* [MATERIAL FOR THIS TASK]:
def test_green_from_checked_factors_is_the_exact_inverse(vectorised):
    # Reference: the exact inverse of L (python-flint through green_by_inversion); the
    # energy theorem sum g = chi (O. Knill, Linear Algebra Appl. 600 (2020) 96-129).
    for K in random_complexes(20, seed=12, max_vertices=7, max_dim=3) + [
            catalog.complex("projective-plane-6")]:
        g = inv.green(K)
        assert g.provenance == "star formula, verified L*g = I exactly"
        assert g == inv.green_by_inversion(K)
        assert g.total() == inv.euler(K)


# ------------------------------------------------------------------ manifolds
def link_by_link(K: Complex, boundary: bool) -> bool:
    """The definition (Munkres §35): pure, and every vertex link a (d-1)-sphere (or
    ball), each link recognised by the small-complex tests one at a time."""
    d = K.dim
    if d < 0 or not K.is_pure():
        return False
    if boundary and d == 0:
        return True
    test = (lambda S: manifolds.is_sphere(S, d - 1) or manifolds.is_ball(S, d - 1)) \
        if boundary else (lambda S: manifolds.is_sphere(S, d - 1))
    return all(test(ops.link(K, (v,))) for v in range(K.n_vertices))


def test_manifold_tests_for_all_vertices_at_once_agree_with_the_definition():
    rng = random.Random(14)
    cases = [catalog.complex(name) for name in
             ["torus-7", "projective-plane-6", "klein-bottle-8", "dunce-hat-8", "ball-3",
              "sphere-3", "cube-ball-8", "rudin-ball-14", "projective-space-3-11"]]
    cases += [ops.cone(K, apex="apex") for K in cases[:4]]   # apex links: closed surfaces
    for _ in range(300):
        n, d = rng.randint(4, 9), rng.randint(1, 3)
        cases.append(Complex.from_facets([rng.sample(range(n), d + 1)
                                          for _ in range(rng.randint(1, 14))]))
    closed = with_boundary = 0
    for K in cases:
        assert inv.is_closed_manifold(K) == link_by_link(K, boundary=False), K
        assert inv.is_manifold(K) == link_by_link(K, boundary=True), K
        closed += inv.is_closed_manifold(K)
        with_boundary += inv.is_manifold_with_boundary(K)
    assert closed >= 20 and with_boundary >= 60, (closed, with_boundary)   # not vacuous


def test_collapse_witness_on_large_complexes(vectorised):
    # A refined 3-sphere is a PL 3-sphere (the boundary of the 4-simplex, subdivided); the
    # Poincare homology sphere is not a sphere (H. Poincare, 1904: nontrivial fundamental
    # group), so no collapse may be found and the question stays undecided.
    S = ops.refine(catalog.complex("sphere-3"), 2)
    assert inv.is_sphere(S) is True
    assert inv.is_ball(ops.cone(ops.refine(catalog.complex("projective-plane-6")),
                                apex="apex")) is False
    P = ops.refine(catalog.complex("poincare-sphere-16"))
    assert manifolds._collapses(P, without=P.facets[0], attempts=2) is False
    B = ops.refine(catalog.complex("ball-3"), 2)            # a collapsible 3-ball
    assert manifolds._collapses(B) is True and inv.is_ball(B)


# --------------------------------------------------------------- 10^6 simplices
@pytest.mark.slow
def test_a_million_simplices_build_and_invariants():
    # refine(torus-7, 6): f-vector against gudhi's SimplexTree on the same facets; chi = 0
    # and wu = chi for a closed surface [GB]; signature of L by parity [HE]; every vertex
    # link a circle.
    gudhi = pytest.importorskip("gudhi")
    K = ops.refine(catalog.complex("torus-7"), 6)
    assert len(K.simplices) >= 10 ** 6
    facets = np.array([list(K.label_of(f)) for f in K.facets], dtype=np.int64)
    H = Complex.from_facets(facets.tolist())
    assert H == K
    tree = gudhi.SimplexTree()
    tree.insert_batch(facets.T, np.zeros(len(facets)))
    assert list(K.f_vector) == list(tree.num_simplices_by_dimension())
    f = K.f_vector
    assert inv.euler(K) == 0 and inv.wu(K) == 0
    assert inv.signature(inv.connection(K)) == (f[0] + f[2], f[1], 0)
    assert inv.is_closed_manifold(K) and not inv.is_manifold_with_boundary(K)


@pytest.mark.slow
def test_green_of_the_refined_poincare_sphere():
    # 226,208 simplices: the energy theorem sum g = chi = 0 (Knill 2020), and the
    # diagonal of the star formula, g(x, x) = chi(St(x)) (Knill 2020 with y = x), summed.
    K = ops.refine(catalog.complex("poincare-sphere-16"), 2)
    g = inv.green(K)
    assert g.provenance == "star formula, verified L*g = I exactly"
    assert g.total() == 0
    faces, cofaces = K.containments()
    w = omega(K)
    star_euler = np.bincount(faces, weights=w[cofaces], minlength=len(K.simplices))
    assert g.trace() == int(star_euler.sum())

* [TASK DETAILS]: Reproduce the data in its entirety. Keep every character unchanged.

* [TASK ANSWER]:
def test_green_from_checked_factors_is_the_exact_inverse(vectorised):
    # Reference: the exact inverse of L (python-flint through green_by_inversion); the
    # energy theorem sum g = chi (O. Knill, Linear Algebra Appl. 600 (2020) 96-129).
    for K in random_complexes(20, seed=12, max_vertices=7, max_dim=3) + [
            catalog.complex("projective-plane-6")]:
        g = inv.green(K)
        assert g.provenance == "star formula, verified L*g = I exactly"
        assert g == inv.green_by_inversion(K)
        assert g.total() == inv.euler(K)


# ------------------------------------------------------------------ manifolds
def link_by_link(K: Complex, boundary: bool) -> bool:
    """The definition (Munkres §35): pure, and every vertex link a (d-1)-sphere (or
    ball), each link recognised by the small-complex tests one at a time."""
    d = K.dim
    if d < 0 or not K.is_pure():
        return False
    if boundary and d == 0:
        return True
    test = (lambda S: manifolds.is_sphere(S, d - 1) or manifolds.is_ball(S, d - 1)) \
        if boundary else (lambda S: manifolds.is_sphere(S, d - 1))
    return all(test(ops.link(K, (v,))) for v in range(K.n_vertices))


def test_manifold_tests_for_all_vertices_at_once_agree_with_the_definition():
    rng = random.Random(14)
    cases = [catalog.complex(name) for name in
             ["torus-7", "projective-plane-6", "klein-bottle-8", "dunce-hat-8", "ball-3",
              "sphere-3", "cube-ball-8", "rudin-ball-14", "projective-space-3-11"]]
    cases += [ops.cone(K, apex="apex") for K in cases[:4]]   # apex links: closed surfaces
    for _ in range(300):
        n, d = rng.randint(4, 9), rng.randint(1, 3)
        cases.append(Complex.from_facets([rng.sample(range(n), d + 1)
                                          for _ in range(rng.randint(1, 14))]))
    closed = with_boundary = 0
    for K in cases:
        assert inv.is_closed_manifold(K) == link_by_link(K, boundary=False), K
        assert inv.is_manifold(K) == link_by_link(K, boundary=True), K
        closed += inv.is_closed_manifold(K)
        with_boundary += inv.is_manifold_with_boundary(K)
    assert closed >= 20 and with_boundary >= 60, (closed, with_boundary)   # not vacuous


def test_collapse_witness_on_large_complexes(vectorised):
    # A refined 3-sphere is a PL 3-sphere (the boundary of the 4-simplex, subdivided); the
    # Poincare homology sphere is not a sphere (H. Poincare, 1904: nontrivial fundamental
    # group), so no collapse may be found and the question stays undecided.
    S = ops.refine(catalog.complex("sphere-3"), 2)
    assert inv.is_sphere(S) is True
    assert inv.is_ball(ops.cone(ops.refine(catalog.complex("projective-plane-6")),
                                apex="apex")) is False
    P = ops.refine(catalog.complex("poincare-sphere-16"))
    assert manifolds._collapses(P, without=P.facets[0], attempts=2) is False
    B = ops.refine(catalog.complex("ball-3"), 2)            # a collapsible 3-ball
    assert manifolds._collapses(B) is True and inv.is_ball(B)


# --------------------------------------------------------------- 10^6 simplices
@pytest.mark.slow
def test_a_million_simplices_build_and_invariants():
    # refine(torus-7, 6): f-vector against gudhi's SimplexTree on the same facets; chi = 0
    # and wu = chi for a closed surface [GB]; signature of L by parity [HE]; every vertex
    # link a circle.
    gudhi = pytest.importorskip("gudhi")
    K = ops.refine(catalog.complex("torus-7"), 6)
    assert len(K.simplices) >= 10 ** 6
    facets = np.array([list(K.label_of(f)) for f in K.facets], dtype=np.int64)
    H = Complex.from_facets(facets.tolist())
    assert H == K
    tree = gudhi.SimplexTree()
    tree.insert_batch(facets.T, np.zeros(len(facets)))
    assert list(K.f_vector) == list(tree.num_simplices_by_dimension())
    f = K.f_vector
    assert inv.euler(K) == 0 and inv.wu(K) == 0
    assert inv.signature(inv.connection(K)) == (f[0] + f[2], f[1], 0)
    assert inv.is_closed_manifold(K) and not inv.is_manifold_with_boundary(K)


@pytest.mark.slow
def test_green_of_the_refined_poincare_sphere():
    # 226,208 simplices: the energy theorem sum g = chi = 0 (Knill 2020), and the
    # diagonal of the star formula, g(x, x) = chi(St(x)) (Knill 2020 with y = x), summed.
    K = ops.refine(catalog.complex("poincare-sphere-16"), 2)
    g = inv.green(K)
    assert g.provenance == "star formula, verified L*g = I exactly"
    assert g.total() == 0
    faces, cofaces = K.containments()
    w = omega(K)
    star_euler = np.bincount(faces, weights=w[cofaces], minlength=len(K.simplices))
    assert g.trace() == int(star_euler.sum())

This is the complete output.